(Dataset entries)
********

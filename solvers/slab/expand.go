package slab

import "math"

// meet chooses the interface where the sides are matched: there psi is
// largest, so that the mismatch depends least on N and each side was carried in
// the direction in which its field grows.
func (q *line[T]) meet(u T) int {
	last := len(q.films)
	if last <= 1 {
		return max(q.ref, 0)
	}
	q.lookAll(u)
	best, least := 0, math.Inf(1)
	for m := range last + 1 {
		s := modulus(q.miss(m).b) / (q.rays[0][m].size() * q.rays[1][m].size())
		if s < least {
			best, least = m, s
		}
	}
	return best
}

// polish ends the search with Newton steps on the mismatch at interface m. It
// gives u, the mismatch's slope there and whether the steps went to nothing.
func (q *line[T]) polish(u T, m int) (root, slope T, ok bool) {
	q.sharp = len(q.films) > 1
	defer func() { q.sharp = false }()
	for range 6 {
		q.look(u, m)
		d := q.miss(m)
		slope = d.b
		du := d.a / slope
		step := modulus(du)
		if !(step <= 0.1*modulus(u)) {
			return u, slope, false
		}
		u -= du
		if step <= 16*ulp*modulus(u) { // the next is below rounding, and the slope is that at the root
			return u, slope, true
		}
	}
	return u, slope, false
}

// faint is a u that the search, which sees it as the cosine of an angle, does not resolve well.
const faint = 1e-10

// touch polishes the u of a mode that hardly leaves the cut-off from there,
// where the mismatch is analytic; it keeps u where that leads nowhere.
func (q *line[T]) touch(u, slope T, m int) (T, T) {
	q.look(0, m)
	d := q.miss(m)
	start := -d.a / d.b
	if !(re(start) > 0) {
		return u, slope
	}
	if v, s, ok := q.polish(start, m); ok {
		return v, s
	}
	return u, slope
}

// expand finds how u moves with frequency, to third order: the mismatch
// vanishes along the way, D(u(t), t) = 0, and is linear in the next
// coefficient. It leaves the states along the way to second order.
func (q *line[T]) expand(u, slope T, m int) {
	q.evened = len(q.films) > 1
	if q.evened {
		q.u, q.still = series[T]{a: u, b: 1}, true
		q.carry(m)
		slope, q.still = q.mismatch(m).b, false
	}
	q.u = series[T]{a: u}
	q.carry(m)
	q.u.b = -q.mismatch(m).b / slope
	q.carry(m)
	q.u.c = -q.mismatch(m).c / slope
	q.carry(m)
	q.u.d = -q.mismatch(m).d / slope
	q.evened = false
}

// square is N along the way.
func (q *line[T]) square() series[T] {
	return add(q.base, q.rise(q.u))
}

********

REQUIREMENT | The answer must be the data above, repeated exactly as it stands.

EXERCISE RESULT |
filename solvers/slab/expand.go
package slab

import "math"

// meet chooses the interface where the sides are matched: there psi is
// largest, so that the mismatch depends least on N and each side was carried in
// the direction in which its field grows.
func (q *line[T]) meet(u T) int {
	last := len(q.films)
	if last <= 1 {
		return max(q.ref, 0)
	}
	q.lookAll(u)
	best, least := 0, math.Inf(1)
	for m := range last + 1 {
		s := modulus(q.miss(m).b) / (q.rays[0][m].size() * q.rays[1][m].size())
		if s < least {
			best, least = m, s
		}
	}
	return best
}

// polish ends the search with Newton steps on the mismatch at interface m. It
// gives u, the mismatch's slope there and whether the steps went to nothing.
func (q *line[T]) polish(u T, m int) (root, slope T, ok bool) {
	q.sharp = len(q.films) > 1
	defer func() { q.sharp = false }()
	for range 6 {
		q.look(u, m)
		d := q.miss(m)
		slope = d.b
		du := d.a / slope
		step := modulus(du)
		if !(step <= 0.1*modulus(u)) {
			return u, slope, false
		}
		u -= du
		if step <= 16*ulp*modulus(u) { // the next is below rounding, and the slope is that at the root
			return u, slope, true
		}
	}
	return u, slope, false
}

// faint is a u that the search, which sees it as the cosine of an angle, does not resolve well.
const faint = 1e-10

// touch polishes the u of a mode that hardly leaves the cut-off from there,
// where the mismatch is analytic; it keeps u where that leads nowhere.
func (q *line[T]) touch(u, slope T, m int) (T, T) {
	q.look(0, m)
	d := q.miss(m)
	start := -d.a / d.b
	if !(re(start) > 0) {
		return u, slope
	}
	if v, s, ok := q.polish(start, m); ok {
		return v, s
	}
	return u, slope
}

// expand finds how u moves with frequency, to third order: the mismatch
// vanishes along the way, D(u(t), t) = 0, and is linear in the next
// coefficient. It leaves the states along the way to second order.
func (q *line[T]) expand(u, slope T, m int) {
	q.evened = len(q.films) > 1
	if q.evened {
		q.u, q.still = series[T]{a: u, b: 1}, true
		q.carry(m)
		slope, q.still = q.mismatch(m).b, false
	}
	q.u = series[T]{a: u}
	q.carry(m)
	q.u.b = -q.mismatch(m).b / slope
	q.carry(m)
	q.u.c = -q.mismatch(m).c / slope
	q.carry(m)
	q.u.d = -q.mismatch(m).d / slope
	q.evened = false
}

// square is N along the way.
func (q *line[T]) square() series[T] {
	return add(q.base, q.rise(q.u))
}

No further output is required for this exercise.